In particular, except for special block copolymers with low ethylene concentration and weak low-temperature impact strength, transparency is difficult, and conventional molding methods have not been able to produce transparent sheets or films. This opacity of sheets, films, etc. is a phenomenon that already occurs when they are extruded at a higher temperature than the commonly used T-type die or other dies. It was difficult to obtain a transparent sheet or film even if the material was heated and cooled rapidly. This opacity is caused by the fact that when a heterogeneous mixture with a large viscosity is extruded from a die into a film, the flow becomes non-uniform, and as a result, the thin film becomes opaque due to its excellent low-temperature impact strength. This is unavoidable since it is an ethylene-propylene block copolymer. For this reason, even if a material has excellent heat resistance and strength, its use as a packaging material is limited to packaging products that do not require transparency. It is said that transparency must be improved through measures. This invention has been made in view of the above points, and its purpose is to
The purpose of this invention is to produce transparent sheets, films, etc. of ethylene-propylene block copolymers. The transparency obtained by the present invention means that the film or sheet has little diffused reflection on the surface, is glossy, and has good transparency. Furthermore, this invention can be applied to not only ordinary sheets and films but also other transparent sheets and films based on similar means.
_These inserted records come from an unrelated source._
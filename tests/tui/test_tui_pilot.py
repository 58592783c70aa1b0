"""The console driven by key presses against the real session: simulated bench (pymodbus
servers on loopback), real poller, runner, SQLite journal and dataset export.

The demo sequence is walked with its timings compressed (shorter settle windows and captures,
faster simulated transient) so the whole walk fits the test budget; the steps, switches,
register maps and meters are the demo's own.
"""

from __future__ import annotations

import json
import time
from pathlib import Path

import pandas as pd
import pytest
from support.console import fast_demo, make_app, start, tap, until
from textual.widgets import Static

from meas.session import Session
from tui.app import BenchwalkApp
from tui.keys import ARM_KEY, KEYS, SEND_KEY, key_of
from tui.screens.main import MainScreen
from tui.screens.prompt import Alert, TextPrompt
from tui.screens.remote import RemoteConfirm
from tui.screens.summary import WalkSummary
from tui.widgets.step import StepDetail


def prompt_ready(app) -> bool:
    return (
        isinstance(app.screen, TextPrompt)
        and app.focused is not None
        and app.focused.id == "prompt-input"
    )


async def answer(pilot, app, text: str, fast: bool = False):
    await until(pilot, lambda: prompt_ready(app), 5, "prompt with its input focused")
    keys = ["space" if ch == " " else ch for ch in text] + ["enter"]
    if fast:
        await tap(pilot, *keys)
    else:
        await pilot.press(*keys)


@pytest.mark.slow  # about 30 s of real settling time: 15 steps on the simulated bench
async def test_walk_the_demo_sequence_by_keys_to_the_dataset(tmp_path):
    app = make_app(tmp_path)
    async with app.run_test(size=(80, 24)) as pilot:
        main = await start(pilot, app)
        runner = app.bridge.runner
        step_ids = [s.id for s in runner.profile.steps]
        deadline = time.monotonic() + 45
        retaken: dict[str, int] = {}
        while not runner.finished:
            assert time.monotonic() < deadline, (
                f"walk stuck at {runner.view().state} of {runner.step}"
            )
            assert not runner.stopped, runner.message
            v = runner.view()
            seen = app.bridge.transitions
            a = v.action
            if a == "confirm_operation":
                await tap(pilot, "o")
            elif a == "capture" or (a == "retake" and v.settle_timed_out):
                await tap(pilot, "c")
            elif a == "request_remote":
                await tap(pilot, "r")
                await until(
                    pilot,
                    lambda: isinstance(app.screen, RemoteConfirm),
                    5,
                    f"remote modal ({main.frame.step.allowed}, {main.query_one('#notice').content})",
                )
                await tap(pilot, ARM_KEY, SEND_KEY)
            elif a == "accept":
                await tap(pilot, "a")
            elif a == "sign":
                await tap(pilot, "g")
                await until(pilot, lambda: prompt_ready(app), 5, "sign prompt")
                assert app.focused.value == ""  # the signer types their own name
                await answer(pilot, app, fast=True, text="JL")
            elif a == "note":
                await tap(pilot, "n")
                await answer(pilot, app, fast=True, text="ok")
            elif a in ("retake", "accept_with_reason"):
                # one retake per step, then as the demo's simulated technician does: accept
                # with a reason where the step allows it, else skip with a reason
                if retaken.get(v.step.id, 0) < 1:
                    retaken[v.step.id] = 1
                    await tap(pilot, "x")
                elif a == "accept_with_reason":
                    await tap(pilot, "a")
                    await answer(pilot, app, fast=True, text="loop")
                else:
                    await tap(pilot, "s")
                    await answer(pilot, app, fast=True, text="fails")
            else:  # wait: the poll worker moves the runner on
                pass

            def moved(s=seen, a=a):
                return app.bridge.transitions > s or runner.view().action != a or runner.done

            await until(
                pilot,
                moved,
                15,
                f"progress after {a} at {v.step.id} {v.state} ({type(app.screen).__name__}; "
                f"{[r.message for r in v.results[:2]]}; {v.message}; "
                f"notice {main.query_one('#notice').content})",
            )
        # the sequence is complete: the screen exports the dataset on its own
        await until(pilot, lambda: app.bridge.exported is not None, 20, "dataset export")
        # the end-of-walk summary: every step's outcome and the verdict
        await until(pilot, lambda: isinstance(app.screen, WalkSummary), 5, "end-of-walk summary")
        assert runner.verdict().line in str(app.screen.query_one(Static).content) or any(
            runner.verdict().line in str(w.content) for w in app.screen.query(Static)
        )
        await pilot.press("enter")
        assert "SIMULATED BENCH" in main.query_one("#headline").content.plain
        summary = main.query_one("#summary").content.plain
        assert f"VERDICT {runner.verdict().line}" in summary
        await pilot.press("ctrl+q")
    # the console's exit code is the verdict's, as headless and the dataset give it
    assert app.return_value == app.return_code == runner.verdict().exit_code
    dataset = app.bridge.exported
    assert dataset.is_relative_to(tmp_path / "out")
    package = json.loads((dataset / "datapackage.json").read_text())
    steps_res = next(r for r in package["resources"] if r["name"] == "steps")
    steps = pd.read_csv(dataset / steps_res["path"])
    assert package["benchwalk"]["verdict"]["line"] == runner.verdict().line
    assert list(steps["id"]) == step_ids
    assert set(steps["state"]) <= {"accepted", "skipped"}
    # hold and note steps are always accepted by the keys G and N
    kinds = dict(zip(steps["id"], steps["kind"], strict=True))
    assert all(
        steps.loc[steps["id"] == i, "state"].item() == "accepted"
        for i, k in kinds.items()
        if k in ("hold", "note")
    )


async def open_main(pilot, app):
    await until(
        pilot,
        lambda: (
            isinstance(app.screen, MainScreen)
            and app.screen.frame is not None
            and app.screen.frame.snapshot is not None
        ),
        15,
        "main screen with data",
    )
    return app.screen


async def test_fault_shows_failure_and_cause_in_checks_panel(tmp_path):
    # A reversed CT on phase B of M2: REFERENCES.md section 2 gives the signature (I2/I1 = 200 %,
    # per-phase P 1, -1, 1); the checks name it and the panel must show it with its cause.
    app = make_app(tmp_path, faults=["ct-reversed:M2:B"], skip_intro=True, operator="AT")
    async with app.run_test(size=(80, 24)) as pilot:
        main = await open_main(pilot, app)
        panel = main.query_one("#checks")
        # the bench starts dead (the demo's step 1): energize it by hand so M2 carries current
        for sw in ("CB1", "SW2", "SW3", "LB2"):
            app.bridge.session.bench.operate_by_hand(sw, "closed")

        def shows_fault():
            text = panel.content.plain if hasattr(panel.content, "plain") else ""
            return any(
                line.startswith("\u2718 FAIL M2") and "revers" in line.lower()
                for line in text.splitlines()
            )

        await until(pilot, shows_fault, 15, "FAIL line for M2 naming the reversed CT")
        lines = panel.content.plain.splitlines()
        assert "INCONSISTENT" in lines[0]  # overall state in words, not colour alone
        first_fail = next(i for i, line in enumerate(lines) if "FAIL" in line)
        assert all("WARN" not in line for line in lines[1:first_fail])  # failures first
It is also an attempt to manufacture sheets, films, etc. with excellent transparency by combining them with films. The present inventors have been conducting research for many years on a method of making a heterogeneous mixture of opaque copolymers transparent. As a result, even if a mixture of substances with widely different viscosities, such as ethylene-propylene block copolymer, is melted without being affected by viscosity, that is, with little deformation strain, and then rapidly cooled, a transparent sheet can be formed. , it was discovered that a film could be obtained. Therefore, based on the above facts, we conducted extensive research and discovered a method for stably producing transparent ethylene-propylene block copolymer sheets and films. That is, the main idea is to sequentially fix an opaque sheet or film onto the flat surface of a support with a smooth surface and good heat resistance, heat it together with the support to a temperature above the melting point, and then cool it. . The ethylene-propylene block copolymer that can be made transparent in the present invention is produced by the method described in Japanese Patent Publication No. 44-16668, Japanese Patent Publication No. 55-8011, etc. Ethylene content concentration is 3-40%, preferably 5-30%
%, melt flow index (hereinafter referred to as MFI) is 0.1 to 40g/10min (ASTM-D
- value according to 1238) is preferably 2° or less, and 720
Absorbance ratio of cm- ¹ and 731cm- ¹ , A720/A731 is 0.5
It refers to the above ethylene-propylene block copolymer or a blend with another polyolefin resin containing 50% or more of the above ethylene-propylene block copolymer. In this case, as the polyolefin resin, homopolymers of olefins having 2 to 20 carbon atoms, such as propylene polyethylene, ethylene-propylene random copolymers, polybutene, and ethylene-butene copolymers, and copolymers thereof are used. , These can improve moldability, impact resistance, and the like. In the present invention, it is not necessary to use a specific die to form a sheet or film of ethylene-propylene block copolymer, which is the first step of the process, but a commonly used T-shaped die or circular die can be used. This can be done by using extrusion molding methods, molding methods using calender rolls, etc.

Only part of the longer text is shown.